* [MATERIAL FOR THE TASK]:
::::

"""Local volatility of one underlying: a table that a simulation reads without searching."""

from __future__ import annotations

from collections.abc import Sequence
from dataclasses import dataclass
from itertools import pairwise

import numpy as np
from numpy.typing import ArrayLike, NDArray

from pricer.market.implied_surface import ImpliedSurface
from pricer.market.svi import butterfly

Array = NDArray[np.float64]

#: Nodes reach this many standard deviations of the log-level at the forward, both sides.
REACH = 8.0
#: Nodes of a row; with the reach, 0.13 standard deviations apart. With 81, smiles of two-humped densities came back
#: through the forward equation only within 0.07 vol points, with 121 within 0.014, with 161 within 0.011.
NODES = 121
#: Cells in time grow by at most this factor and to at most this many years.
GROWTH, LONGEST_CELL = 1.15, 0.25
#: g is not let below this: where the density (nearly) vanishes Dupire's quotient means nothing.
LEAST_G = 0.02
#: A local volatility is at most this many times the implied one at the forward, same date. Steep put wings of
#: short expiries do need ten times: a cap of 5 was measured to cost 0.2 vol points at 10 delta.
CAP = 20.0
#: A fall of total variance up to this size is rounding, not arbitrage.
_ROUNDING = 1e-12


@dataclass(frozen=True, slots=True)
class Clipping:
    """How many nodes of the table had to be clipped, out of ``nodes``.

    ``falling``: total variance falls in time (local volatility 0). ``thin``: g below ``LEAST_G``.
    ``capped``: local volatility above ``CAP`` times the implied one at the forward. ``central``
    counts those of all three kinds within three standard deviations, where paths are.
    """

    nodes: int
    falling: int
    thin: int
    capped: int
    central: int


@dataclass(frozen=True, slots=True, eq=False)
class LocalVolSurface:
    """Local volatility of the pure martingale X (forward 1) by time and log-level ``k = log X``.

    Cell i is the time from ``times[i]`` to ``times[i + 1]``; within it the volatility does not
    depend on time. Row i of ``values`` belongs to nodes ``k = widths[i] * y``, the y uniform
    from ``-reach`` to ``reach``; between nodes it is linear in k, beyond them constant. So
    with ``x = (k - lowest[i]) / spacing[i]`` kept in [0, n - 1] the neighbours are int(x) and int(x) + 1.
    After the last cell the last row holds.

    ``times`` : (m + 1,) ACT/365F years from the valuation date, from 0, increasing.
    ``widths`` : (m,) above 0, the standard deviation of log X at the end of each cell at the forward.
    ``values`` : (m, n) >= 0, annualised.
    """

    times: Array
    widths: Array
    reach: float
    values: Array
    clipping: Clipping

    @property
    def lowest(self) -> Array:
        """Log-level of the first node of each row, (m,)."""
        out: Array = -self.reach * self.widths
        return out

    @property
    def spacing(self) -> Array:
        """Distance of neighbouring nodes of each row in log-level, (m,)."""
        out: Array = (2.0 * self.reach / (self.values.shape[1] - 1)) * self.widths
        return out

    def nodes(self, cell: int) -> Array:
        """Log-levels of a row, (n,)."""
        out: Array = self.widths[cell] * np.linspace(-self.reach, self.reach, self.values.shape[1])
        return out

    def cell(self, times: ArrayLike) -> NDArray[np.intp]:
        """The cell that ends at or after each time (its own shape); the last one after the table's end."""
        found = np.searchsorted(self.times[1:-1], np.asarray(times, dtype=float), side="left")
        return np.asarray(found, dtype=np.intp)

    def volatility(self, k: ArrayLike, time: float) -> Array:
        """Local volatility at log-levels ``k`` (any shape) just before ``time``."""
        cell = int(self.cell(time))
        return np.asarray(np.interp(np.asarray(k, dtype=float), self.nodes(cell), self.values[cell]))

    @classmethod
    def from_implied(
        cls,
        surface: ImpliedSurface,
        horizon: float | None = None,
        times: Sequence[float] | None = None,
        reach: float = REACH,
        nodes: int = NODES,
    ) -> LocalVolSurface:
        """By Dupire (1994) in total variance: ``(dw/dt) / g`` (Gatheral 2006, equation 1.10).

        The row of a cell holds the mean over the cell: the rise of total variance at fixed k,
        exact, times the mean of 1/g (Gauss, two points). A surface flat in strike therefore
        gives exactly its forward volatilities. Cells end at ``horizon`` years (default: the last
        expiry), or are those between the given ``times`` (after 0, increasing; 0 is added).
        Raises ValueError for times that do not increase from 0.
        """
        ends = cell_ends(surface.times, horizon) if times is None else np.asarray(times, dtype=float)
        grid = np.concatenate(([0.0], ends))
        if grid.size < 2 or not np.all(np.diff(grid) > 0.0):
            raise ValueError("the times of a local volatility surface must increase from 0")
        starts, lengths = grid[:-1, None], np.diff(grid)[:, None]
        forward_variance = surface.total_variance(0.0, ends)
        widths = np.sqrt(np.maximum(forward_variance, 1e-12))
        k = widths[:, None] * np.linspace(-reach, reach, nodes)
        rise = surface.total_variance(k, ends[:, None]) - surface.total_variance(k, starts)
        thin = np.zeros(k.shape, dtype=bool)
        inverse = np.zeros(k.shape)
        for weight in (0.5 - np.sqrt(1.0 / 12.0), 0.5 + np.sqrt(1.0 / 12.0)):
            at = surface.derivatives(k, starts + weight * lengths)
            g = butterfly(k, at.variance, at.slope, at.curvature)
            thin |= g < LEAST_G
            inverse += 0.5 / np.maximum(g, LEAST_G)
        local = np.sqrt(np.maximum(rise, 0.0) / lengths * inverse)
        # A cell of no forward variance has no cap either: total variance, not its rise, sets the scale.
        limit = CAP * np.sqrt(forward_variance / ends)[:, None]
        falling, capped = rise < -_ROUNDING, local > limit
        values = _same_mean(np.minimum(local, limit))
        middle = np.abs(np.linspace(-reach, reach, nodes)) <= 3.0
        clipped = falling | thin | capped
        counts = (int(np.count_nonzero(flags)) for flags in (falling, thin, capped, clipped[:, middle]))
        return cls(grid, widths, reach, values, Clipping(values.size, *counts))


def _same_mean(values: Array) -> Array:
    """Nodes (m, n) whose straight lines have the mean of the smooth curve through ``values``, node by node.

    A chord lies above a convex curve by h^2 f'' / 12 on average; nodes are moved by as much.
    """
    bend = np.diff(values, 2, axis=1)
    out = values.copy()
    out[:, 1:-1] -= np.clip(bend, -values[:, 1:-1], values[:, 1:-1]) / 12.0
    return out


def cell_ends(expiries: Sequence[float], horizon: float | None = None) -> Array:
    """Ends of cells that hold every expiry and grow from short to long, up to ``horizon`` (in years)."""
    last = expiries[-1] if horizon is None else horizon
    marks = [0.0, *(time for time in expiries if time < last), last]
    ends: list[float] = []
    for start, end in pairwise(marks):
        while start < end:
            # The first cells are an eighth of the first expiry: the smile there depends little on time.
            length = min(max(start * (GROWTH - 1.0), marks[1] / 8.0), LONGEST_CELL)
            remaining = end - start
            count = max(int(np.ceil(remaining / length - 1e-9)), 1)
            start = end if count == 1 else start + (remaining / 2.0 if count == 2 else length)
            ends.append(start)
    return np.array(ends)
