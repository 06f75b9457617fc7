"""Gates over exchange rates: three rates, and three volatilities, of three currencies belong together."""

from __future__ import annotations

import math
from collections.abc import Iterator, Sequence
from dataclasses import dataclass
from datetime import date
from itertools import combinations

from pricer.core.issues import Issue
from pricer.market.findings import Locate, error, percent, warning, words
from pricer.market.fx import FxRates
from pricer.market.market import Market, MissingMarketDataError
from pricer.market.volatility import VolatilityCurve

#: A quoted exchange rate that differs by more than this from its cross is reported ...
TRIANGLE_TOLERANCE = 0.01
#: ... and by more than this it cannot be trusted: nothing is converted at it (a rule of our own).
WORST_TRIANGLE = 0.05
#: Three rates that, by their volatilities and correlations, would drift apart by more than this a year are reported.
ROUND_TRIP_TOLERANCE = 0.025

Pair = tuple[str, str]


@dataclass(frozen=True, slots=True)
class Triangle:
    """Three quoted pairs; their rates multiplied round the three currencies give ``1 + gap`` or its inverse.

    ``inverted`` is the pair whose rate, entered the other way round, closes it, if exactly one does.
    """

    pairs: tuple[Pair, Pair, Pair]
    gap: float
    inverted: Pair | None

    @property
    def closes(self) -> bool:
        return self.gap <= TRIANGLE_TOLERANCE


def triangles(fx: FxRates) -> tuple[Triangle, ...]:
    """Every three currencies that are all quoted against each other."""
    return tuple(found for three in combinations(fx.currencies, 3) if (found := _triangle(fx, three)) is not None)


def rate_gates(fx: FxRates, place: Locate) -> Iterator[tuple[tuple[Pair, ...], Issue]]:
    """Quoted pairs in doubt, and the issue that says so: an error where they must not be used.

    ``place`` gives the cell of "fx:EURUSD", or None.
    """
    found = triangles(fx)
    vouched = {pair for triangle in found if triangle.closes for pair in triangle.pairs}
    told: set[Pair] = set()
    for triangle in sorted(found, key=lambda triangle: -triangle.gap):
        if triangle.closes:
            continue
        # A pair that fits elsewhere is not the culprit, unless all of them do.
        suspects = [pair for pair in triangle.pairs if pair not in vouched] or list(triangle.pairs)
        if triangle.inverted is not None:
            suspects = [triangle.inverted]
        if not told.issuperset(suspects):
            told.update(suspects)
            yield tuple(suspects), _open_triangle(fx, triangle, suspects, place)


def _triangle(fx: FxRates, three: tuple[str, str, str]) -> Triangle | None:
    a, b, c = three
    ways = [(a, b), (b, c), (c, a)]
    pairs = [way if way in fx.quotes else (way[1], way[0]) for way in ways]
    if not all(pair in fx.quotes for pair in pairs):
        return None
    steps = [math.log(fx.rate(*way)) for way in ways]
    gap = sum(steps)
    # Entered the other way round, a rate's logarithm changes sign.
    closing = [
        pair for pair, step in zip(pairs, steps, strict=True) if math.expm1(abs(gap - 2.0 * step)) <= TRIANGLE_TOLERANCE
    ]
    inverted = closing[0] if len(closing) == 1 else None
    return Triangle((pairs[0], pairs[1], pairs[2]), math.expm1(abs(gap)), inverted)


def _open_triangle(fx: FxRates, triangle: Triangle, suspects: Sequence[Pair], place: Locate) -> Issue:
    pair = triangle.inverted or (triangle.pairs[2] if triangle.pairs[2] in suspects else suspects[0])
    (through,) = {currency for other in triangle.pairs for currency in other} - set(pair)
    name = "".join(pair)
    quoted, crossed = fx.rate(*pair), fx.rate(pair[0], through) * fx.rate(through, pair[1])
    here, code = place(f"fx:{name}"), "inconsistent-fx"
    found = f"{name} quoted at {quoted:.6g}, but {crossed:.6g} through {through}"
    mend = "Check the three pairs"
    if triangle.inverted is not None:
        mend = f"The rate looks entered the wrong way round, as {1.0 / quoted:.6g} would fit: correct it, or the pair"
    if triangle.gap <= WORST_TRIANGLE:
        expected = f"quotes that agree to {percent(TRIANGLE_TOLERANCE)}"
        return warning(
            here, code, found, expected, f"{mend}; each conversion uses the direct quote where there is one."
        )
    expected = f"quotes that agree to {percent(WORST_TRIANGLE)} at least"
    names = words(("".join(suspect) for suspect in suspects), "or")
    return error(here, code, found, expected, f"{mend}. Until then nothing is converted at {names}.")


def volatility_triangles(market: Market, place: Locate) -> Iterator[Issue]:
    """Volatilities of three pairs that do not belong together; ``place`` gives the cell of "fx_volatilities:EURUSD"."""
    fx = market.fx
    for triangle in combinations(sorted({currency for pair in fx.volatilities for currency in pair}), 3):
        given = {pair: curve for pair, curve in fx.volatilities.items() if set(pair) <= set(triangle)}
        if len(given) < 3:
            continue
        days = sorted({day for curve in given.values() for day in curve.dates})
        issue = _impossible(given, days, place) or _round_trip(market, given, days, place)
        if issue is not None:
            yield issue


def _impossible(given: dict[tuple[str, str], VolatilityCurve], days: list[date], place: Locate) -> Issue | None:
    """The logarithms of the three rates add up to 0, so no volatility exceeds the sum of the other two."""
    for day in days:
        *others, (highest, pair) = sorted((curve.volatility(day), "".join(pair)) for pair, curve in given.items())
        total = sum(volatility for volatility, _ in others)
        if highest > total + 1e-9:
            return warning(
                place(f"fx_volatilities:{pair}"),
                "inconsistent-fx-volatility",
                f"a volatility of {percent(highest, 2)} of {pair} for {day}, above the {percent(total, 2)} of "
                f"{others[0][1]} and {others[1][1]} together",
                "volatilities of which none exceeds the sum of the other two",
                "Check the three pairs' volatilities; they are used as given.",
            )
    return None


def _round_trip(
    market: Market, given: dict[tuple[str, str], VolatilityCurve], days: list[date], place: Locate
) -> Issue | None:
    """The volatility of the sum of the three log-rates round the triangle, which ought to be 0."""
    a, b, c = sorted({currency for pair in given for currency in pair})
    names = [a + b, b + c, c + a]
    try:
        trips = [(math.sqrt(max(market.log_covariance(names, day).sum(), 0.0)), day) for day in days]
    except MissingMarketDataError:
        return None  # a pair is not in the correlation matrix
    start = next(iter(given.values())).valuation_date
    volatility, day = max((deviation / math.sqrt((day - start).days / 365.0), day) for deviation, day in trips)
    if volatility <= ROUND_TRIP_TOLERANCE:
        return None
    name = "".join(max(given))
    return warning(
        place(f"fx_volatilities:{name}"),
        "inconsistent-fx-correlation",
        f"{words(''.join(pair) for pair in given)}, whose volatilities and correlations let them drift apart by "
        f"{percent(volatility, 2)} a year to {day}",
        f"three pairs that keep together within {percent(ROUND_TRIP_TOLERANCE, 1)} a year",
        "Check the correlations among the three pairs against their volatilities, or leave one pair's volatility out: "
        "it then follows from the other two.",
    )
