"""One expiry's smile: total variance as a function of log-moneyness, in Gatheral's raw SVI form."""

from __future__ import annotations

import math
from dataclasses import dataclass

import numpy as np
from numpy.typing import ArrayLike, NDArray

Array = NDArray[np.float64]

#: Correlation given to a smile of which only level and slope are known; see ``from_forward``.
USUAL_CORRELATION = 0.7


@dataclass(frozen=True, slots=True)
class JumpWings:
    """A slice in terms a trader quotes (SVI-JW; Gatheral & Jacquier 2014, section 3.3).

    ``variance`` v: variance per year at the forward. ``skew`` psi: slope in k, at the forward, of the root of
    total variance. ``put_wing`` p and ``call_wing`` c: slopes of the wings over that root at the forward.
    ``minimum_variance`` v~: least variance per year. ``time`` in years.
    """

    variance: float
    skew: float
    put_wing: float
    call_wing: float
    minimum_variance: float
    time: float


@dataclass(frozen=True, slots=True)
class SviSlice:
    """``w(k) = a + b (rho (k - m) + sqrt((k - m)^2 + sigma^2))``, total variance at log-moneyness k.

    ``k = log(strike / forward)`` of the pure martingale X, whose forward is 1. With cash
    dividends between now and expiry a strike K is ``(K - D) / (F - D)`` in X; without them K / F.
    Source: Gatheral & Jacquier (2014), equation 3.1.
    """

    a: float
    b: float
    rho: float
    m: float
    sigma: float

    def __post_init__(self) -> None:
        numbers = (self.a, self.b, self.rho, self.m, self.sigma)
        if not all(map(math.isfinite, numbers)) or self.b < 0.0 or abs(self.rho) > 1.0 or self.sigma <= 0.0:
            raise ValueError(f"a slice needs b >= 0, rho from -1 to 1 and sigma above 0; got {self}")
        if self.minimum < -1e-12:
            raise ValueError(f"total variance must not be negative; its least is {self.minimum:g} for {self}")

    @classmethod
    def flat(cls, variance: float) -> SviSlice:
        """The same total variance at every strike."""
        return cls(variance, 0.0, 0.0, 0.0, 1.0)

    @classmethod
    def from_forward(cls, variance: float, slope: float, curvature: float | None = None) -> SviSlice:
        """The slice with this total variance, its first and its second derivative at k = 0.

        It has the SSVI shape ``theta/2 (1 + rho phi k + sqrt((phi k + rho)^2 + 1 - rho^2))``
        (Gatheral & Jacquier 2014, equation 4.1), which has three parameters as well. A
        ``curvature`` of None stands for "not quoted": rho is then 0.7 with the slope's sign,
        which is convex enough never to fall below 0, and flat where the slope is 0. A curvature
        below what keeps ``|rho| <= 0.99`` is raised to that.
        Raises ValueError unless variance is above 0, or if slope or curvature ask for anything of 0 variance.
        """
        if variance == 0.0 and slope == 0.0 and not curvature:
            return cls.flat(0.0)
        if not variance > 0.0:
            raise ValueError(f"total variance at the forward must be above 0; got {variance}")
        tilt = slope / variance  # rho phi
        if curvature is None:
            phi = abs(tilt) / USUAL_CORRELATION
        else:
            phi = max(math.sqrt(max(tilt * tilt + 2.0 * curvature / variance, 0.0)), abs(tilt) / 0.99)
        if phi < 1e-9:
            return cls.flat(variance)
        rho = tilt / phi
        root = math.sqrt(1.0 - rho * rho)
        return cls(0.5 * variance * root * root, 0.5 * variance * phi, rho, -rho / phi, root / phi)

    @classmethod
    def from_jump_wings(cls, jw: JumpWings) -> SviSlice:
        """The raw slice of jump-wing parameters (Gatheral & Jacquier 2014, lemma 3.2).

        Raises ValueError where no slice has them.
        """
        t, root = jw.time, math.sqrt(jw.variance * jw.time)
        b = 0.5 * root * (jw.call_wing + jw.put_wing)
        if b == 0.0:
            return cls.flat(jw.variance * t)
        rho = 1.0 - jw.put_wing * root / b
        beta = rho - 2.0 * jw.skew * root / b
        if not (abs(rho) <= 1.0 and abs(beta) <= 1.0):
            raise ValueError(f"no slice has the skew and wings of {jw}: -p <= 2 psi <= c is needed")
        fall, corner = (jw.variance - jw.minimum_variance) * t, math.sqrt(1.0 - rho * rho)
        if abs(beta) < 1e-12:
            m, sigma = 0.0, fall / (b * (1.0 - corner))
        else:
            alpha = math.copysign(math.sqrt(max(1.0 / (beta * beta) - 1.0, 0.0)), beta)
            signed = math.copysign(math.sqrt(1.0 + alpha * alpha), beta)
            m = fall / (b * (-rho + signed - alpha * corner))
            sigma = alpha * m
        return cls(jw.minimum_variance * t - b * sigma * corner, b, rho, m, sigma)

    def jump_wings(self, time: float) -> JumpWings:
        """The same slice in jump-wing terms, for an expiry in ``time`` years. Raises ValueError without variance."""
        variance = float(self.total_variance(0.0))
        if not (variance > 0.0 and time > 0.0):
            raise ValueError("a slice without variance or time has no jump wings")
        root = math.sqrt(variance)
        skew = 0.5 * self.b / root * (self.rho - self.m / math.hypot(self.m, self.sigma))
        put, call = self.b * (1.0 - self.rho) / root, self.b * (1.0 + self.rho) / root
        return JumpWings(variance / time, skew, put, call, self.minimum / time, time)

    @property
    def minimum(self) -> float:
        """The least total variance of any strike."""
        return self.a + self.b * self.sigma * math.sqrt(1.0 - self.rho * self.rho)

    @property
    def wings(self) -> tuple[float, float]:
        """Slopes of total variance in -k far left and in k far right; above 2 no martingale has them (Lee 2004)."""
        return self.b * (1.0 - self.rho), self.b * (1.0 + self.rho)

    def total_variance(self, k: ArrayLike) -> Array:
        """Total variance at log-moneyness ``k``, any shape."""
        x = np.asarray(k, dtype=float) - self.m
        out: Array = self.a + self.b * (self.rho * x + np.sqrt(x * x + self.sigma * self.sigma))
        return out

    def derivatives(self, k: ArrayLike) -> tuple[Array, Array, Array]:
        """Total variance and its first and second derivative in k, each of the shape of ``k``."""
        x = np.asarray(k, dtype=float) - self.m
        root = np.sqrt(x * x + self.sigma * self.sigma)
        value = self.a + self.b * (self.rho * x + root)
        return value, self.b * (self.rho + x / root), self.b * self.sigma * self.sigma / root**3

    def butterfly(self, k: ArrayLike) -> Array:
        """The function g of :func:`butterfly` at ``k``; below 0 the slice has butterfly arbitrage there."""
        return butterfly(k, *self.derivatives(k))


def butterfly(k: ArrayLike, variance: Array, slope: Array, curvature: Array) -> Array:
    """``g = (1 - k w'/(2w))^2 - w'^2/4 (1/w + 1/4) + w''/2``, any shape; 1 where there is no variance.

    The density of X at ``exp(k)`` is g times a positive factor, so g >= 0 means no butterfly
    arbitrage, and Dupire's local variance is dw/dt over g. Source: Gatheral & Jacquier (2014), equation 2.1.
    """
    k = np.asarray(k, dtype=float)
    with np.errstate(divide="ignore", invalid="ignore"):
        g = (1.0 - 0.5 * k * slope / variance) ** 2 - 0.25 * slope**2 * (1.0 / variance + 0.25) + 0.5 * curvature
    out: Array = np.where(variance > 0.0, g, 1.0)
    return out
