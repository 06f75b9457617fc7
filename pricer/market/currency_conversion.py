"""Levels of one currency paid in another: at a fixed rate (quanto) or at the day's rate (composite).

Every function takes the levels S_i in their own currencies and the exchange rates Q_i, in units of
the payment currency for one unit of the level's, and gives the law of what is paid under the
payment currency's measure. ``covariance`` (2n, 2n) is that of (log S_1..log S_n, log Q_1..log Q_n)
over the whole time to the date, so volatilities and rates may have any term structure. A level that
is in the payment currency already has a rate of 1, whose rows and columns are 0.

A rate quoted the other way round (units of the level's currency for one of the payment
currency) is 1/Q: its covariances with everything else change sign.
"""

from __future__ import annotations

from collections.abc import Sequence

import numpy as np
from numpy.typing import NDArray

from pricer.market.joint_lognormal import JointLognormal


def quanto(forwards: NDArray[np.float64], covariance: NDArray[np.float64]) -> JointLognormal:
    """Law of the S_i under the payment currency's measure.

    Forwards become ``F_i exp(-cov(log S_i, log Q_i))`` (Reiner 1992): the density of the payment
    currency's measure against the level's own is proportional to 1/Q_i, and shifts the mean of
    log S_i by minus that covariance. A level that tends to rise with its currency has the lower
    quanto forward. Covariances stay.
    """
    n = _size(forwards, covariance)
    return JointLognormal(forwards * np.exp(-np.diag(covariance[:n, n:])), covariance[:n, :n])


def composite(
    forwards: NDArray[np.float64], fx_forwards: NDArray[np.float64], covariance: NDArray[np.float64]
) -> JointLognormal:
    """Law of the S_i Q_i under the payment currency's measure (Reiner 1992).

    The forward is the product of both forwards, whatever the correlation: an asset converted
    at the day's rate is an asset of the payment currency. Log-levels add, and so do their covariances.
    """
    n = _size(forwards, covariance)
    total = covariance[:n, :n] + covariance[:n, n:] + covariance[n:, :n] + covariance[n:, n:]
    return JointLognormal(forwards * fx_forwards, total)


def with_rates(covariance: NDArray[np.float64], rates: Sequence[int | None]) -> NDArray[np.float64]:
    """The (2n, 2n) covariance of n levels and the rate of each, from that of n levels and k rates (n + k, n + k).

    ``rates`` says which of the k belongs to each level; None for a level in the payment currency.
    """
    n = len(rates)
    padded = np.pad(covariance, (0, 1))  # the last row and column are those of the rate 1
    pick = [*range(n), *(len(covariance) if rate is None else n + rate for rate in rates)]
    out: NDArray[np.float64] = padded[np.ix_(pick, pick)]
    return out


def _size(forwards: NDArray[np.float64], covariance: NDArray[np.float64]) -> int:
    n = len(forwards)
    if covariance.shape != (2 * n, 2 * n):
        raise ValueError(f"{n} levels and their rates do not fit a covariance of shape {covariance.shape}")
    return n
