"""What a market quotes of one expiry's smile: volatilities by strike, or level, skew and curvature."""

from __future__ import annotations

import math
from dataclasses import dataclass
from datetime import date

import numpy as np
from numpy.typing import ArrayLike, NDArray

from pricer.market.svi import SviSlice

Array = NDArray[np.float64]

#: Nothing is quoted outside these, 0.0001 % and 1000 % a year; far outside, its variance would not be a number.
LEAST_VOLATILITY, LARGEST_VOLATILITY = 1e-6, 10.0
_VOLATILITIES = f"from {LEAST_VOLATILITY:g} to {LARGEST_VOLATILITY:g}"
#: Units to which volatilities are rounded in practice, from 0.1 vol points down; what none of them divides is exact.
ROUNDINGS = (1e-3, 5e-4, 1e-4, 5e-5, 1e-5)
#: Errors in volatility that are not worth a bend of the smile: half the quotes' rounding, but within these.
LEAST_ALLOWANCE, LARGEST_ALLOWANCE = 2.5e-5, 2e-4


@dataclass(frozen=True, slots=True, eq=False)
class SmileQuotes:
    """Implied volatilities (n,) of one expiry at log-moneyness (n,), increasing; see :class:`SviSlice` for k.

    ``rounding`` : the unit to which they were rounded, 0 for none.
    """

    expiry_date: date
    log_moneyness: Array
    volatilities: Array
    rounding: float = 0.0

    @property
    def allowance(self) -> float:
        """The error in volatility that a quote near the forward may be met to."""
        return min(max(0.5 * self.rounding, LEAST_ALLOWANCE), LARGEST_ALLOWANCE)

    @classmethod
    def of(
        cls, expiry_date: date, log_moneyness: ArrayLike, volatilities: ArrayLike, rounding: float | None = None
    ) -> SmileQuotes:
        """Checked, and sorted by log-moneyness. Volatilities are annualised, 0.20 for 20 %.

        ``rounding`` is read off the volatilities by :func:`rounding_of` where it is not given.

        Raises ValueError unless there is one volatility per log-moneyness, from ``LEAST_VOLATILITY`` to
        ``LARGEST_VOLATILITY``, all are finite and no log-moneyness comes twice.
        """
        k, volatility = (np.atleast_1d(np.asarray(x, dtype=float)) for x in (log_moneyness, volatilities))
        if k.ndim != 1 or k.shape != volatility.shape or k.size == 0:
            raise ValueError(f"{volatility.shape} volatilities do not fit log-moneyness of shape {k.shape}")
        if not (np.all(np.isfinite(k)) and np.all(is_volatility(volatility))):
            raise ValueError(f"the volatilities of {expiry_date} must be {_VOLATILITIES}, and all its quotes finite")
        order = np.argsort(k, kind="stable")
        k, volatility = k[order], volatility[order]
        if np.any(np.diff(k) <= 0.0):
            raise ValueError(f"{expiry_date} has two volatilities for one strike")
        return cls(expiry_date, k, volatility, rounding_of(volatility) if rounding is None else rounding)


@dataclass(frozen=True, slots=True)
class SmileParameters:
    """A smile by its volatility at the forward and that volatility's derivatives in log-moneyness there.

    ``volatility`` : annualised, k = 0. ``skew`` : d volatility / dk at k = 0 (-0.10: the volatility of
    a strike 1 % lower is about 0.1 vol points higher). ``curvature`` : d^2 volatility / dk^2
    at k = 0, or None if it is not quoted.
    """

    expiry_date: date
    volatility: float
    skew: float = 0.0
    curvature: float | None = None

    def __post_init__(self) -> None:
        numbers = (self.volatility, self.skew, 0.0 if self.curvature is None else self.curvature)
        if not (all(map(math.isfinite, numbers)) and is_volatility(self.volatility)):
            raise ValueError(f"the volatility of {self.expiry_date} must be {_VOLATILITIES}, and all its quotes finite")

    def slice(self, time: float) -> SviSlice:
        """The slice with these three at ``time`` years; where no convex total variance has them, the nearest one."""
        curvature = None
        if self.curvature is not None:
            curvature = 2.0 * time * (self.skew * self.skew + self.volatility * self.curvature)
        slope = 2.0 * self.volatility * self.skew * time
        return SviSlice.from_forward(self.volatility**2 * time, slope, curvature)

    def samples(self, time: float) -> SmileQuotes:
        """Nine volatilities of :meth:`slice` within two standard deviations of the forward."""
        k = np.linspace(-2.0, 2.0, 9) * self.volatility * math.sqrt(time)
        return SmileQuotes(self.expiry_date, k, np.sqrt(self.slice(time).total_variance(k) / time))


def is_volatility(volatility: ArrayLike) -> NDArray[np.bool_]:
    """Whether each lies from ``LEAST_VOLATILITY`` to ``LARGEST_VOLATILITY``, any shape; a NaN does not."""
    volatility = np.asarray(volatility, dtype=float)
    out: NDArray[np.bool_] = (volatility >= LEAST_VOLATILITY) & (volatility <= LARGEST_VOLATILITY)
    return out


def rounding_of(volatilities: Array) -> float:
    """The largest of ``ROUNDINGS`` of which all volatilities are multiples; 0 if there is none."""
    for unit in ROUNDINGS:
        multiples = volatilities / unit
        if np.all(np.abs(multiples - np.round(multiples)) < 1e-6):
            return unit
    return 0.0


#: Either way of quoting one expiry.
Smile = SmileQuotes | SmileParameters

::::

* [TASK DESCRIPTION]: Work out the number of lines in the entries above that hold the word "apart", giving the number without comment.

* [RESULT BELOW]: 3